# RECORDS FOR THIS TASK:

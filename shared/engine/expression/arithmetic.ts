/**
 * The arithmetic every later stage shares: the allowed functions on numbers, trigonometry in
 * degrees (exact at multiples of 30°), and the binary operators.
 */
import type { FunctionName } from './vocabulary';

export const D2R = Math.PI / 180;
export const R2D = 180 / Math.PI;

/** Sine of degrees, exact at multiples of 30° (so sin 30° is 0.5, cos 90° is 0). */
export function sinDeg(d: number): number {
  const r = ((d % 360) + 360) % 360;
  // r is one of 0, 30, …, 330 here: r / 30 indexes one of the table's twelve entries.
  if (r % 30 === 0) return SIN30[r / 30]!;
  return Math.sin(d * D2R);
}
/** Cosine of degrees, exact at multiples of 30°. */
export function cosDeg(d: number): number {
  return sinDeg(d + 90);
}
const H = Math.sqrt(3) / 2;
const SIN30 = [0, 0.5, H, 1, H, 0.5, 0, -0.5, -H, -1, -H, -0.5];

export function tanDeg(d: number): number {
  const r = ((d % 180) + 180) % 180;
  if (r === 90) return Infinity;
  if (r === 0) return 0;
  if (r === 45) return 1;
  if (r === 135) return -1;
  return Math.tan(d * D2R);
}

export function applyFn(fn: FunctionName, v: number[]): number {
  // parse.ts checked the count against FUNCTIONS: every function has a first argument, atan2 a
  // second.
  const a = v[0]!;
  switch (fn) {
    case 'sqrt':
      return Math.sqrt(a);
    case 'abs':
      return Math.abs(a);
    // v has at most EXPRESSION_LIMITS.arguments entries (checked when read): the spreads below
    // stay far inside the engine's argument limit.
    case 'min':
      return Math.min(...v);
    case 'max':
      return Math.max(...v);
    case 'hypot':
      return Math.hypot(...v);
    case 'sin':
      return sinDeg(a);
    case 'cos':
      return cosDeg(a);
    case 'tan':
      return tanDeg(a);
    case 'asin':
      return Math.asin(a) * R2D;
    case 'acos':
      return Math.acos(a) * R2D;
    case 'atan':
      return Math.atan(a) * R2D;
    case 'atan2':
      return Math.atan2(a, v[1]!) * R2D;
  }
}

export function evalBin(op: '+' | '-' | '*' | '/' | '^', a: number, b: number): number {
  switch (op) {
    case '+':
      return a + b;
    case '-':
      return a - b;
    case '*':
      return a * b;
    case '/':
      return a / b;
    case '^':
      return a ** b;
  }
}
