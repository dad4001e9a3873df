/** The error of every expression stage: a code, a message and the offending character. */
import { EngineError } from '../errors';

export type ExpressionErrorCode =
  'syntax' | 'forbidden' | 'unknown-name' | 'unit-mismatch' | 'division-by-zero' | 'over-limit';

/** A refused or unreadable relation; `at` is the character offset of the offending token. */
export class ExpressionError extends EngineError<ExpressionErrorCode> {
  constructor(
    code: ExpressionErrorCode,
    message: string,
    readonly at?: number,
  ) {
    super(code, message, at === undefined ? {} : { at });
    this.name = 'ExpressionError';
  }
}
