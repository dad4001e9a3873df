import { randomBytes } from 'node:crypto';
import { existsSync, mkdirSync, readFileSync, writeFileSync } from 'node:fs';
import path from 'node:path';
import { fileURLToPath } from 'node:url';
import { createApp } from './app';
import { createPasswordHasher } from './auth/passwords';
import { applyMigrations, connect } from './db/client';
import { seedDemo } from './demo/seed';
import type { Env } from './env';
import { createGracefulServer } from './http/graceful';
import { createMailer } from './mail/mailer';
import { startMailSink, type MailSink } from './mail/sink';
import { createSheetService } from './services/sheets';
import { createSolvePool } from './solve/pool';
import { storageFromEnv } from './storage';

export interface RunningServer {
  url: string;
  /**
   * Stops taking connections, lets the requests in flight finish (at most
   * SHUTDOWN_GRACE_SECONDS), then ends the solve threads and closes the mail sink and the
   * database pool: no request ever finds the pool closed.
   */
  close(): Promise<void>;
}

/** Outside production a random secret is kept in the data folder, so sessions survive restarts. */
function sessionSecret(env: Env): string {
  if (env.SESSION_SECRET) return env.SESSION_SECRET;
  const file = path.resolve(env.FAIRSHEET_DATA_DIR, 'session-secret');
  if (!existsSync(file)) {
    mkdirSync(path.dirname(file), { recursive: true });
    writeFileSync(file, randomBytes(32).toString('hex'), { mode: 0o600 });
  }
  return readFileSync(file, 'utf8').trim();
}

/**
 * The one place that listens: migrates, seeds the demo once, starts the local mail sink
 * (unless SMTP_URL is set) and serves the API and the built client from one process.
 */
export async function startServer(env: Env, databaseUrl: string): Promise<RunningServer> {
  const production = env.NODE_ENV === 'production';
  const database = connect(databaseUrl);
  await applyMigrations(database.db);

  const mailDir = path.resolve(env.FAIRSHEET_DATA_DIR, 'mail');
  let sink: MailSink | undefined;
  if (!env.SMTP_URL) sink = await startMailSink({ port: env.FAIRSHEET_SMTP_PORT, dir: mailDir });

  const hasher = createPasswordHasher(env.BCRYPT_COST);
  const appUrl = env.APP_URL ?? `http://${env.HOST}:${env.PORT}`;
  const storage = storageFromEnv(env);
  const solver = createSolvePool({
    size: env.SOLVE_THREADS,
    timeLimitMs: env.SOLVE_TIME_LIMIT_SECONDS * 1000,
  });
  // Files left by deleted projects (their sheets went with them; the stored bytes did not).
  const swept = await createSheetService({ db: database.db, storage }).removeUnusedFiles();
  if (swept) console.log(`[fairsheet] removed ${swept} stored files no sheet uses`);
  if (env.FAIRSHEET_SEED_DEMO) {
    const seeded = await seedDemo(database.db, hasher, storage, solver);
    if (seeded) console.log(`[fairsheet] demo data created`);
  }

  const app = createApp({
    database,
    mailer: createMailer({ smtpUrl: env.SMTP_URL, sinkPort: sink?.port ?? 0, from: env.MAIL_FROM }),
    storage,
    uploadMaxBytes: Math.round(env.UPLOAD_MAX_MB * 1024 * 1024),
    uploadTempDir: env.UPLOAD_TEMP_DIR,
    hasher,
    sessionSecret: sessionSecret(env),
    appUrl,
    production,
    mailDir: sink ? mailDir : undefined,
    clientDir: fileURLToPath(new URL('../dist', import.meta.url)),
    trustProxy: env.TRUST_PROXY,
    logLevel: env.LOG_LEVEL,
    solvesPerMinute: env.SOLVE_RATE_LIMIT,
    solver,
  });

  const server = createGracefulServer(app);
  await server.listen(env.PORT, env.HOST);
  // A thread takes a second or so to start: started now, the first solve does not wait for it.
  solver
    .warm()
    .catch((err: Error) =>
      console.error(`[fairsheet] solve threads did not start: ${err.message}`),
    );

  return {
    url: appUrl,
    async close() {
      const { cut } = await server.shutdown(env.SHUTDOWN_GRACE_SECONDS * 1000);
      if (cut) {
        console.warn(
          `[fairsheet] ${cut} requests still running after ${env.SHUTDOWN_GRACE_SECONDS} s were cut off`,
        );
      }
      await solver.close();
      await sink?.close();
      // pool.end() waits for every client in use; a request cut off while it waits on a lock
      // would otherwise hold the process up for good.
      await Promise.race([
        database.pool.end(),
        new Promise<void>((resolve) => setTimeout(resolve, 5000).unref()),
      ]);
    },
  };
}

/**
 * SIGTERM and SIGINT (Ctrl-C) stop the server gracefully, then run `after` (stopping the private
 * cluster), then end the process: 0 when everything closed cleanly. A second signal does not
 * wait: it runs `after` and exits 1.
 */
export function stopOnSignals(server: RunningServer, after?: () => void) {
  let stopping = false;
  const stop = async (signal: string) => {
    if (stopping) {
      console.log(`\n[fairsheet] ${signal} again: stopping at once`);
      after?.();
      process.exit(1);
    }
    stopping = true;
    console.log(`\n[fairsheet] ${signal}: stopping …`);
    let code = 0;
    const failed = (err: unknown) => {
      console.error(`[fairsheet] while stopping: ${(err as Error).message}`);
      code = 1;
    };
    await server.close().catch(failed);
    try {
      after?.();
    } catch (err) {
      failed(err);
    }
    process.exit(code);
  };
  process.on('SIGINT', () => void stop('SIGINT'));
  process.on('SIGTERM', () => void stop('SIGTERM'));
}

# YOUR TASK:
Select and copy every line of the material that holds the string "SIGTERM".

# RESPONSE:
 * SIGTERM and SIGINT (Ctrl-C) stop the server gracefully, then run `after` (stopping the private
  process.on('SIGTERM', () => void stop('SIGTERM'));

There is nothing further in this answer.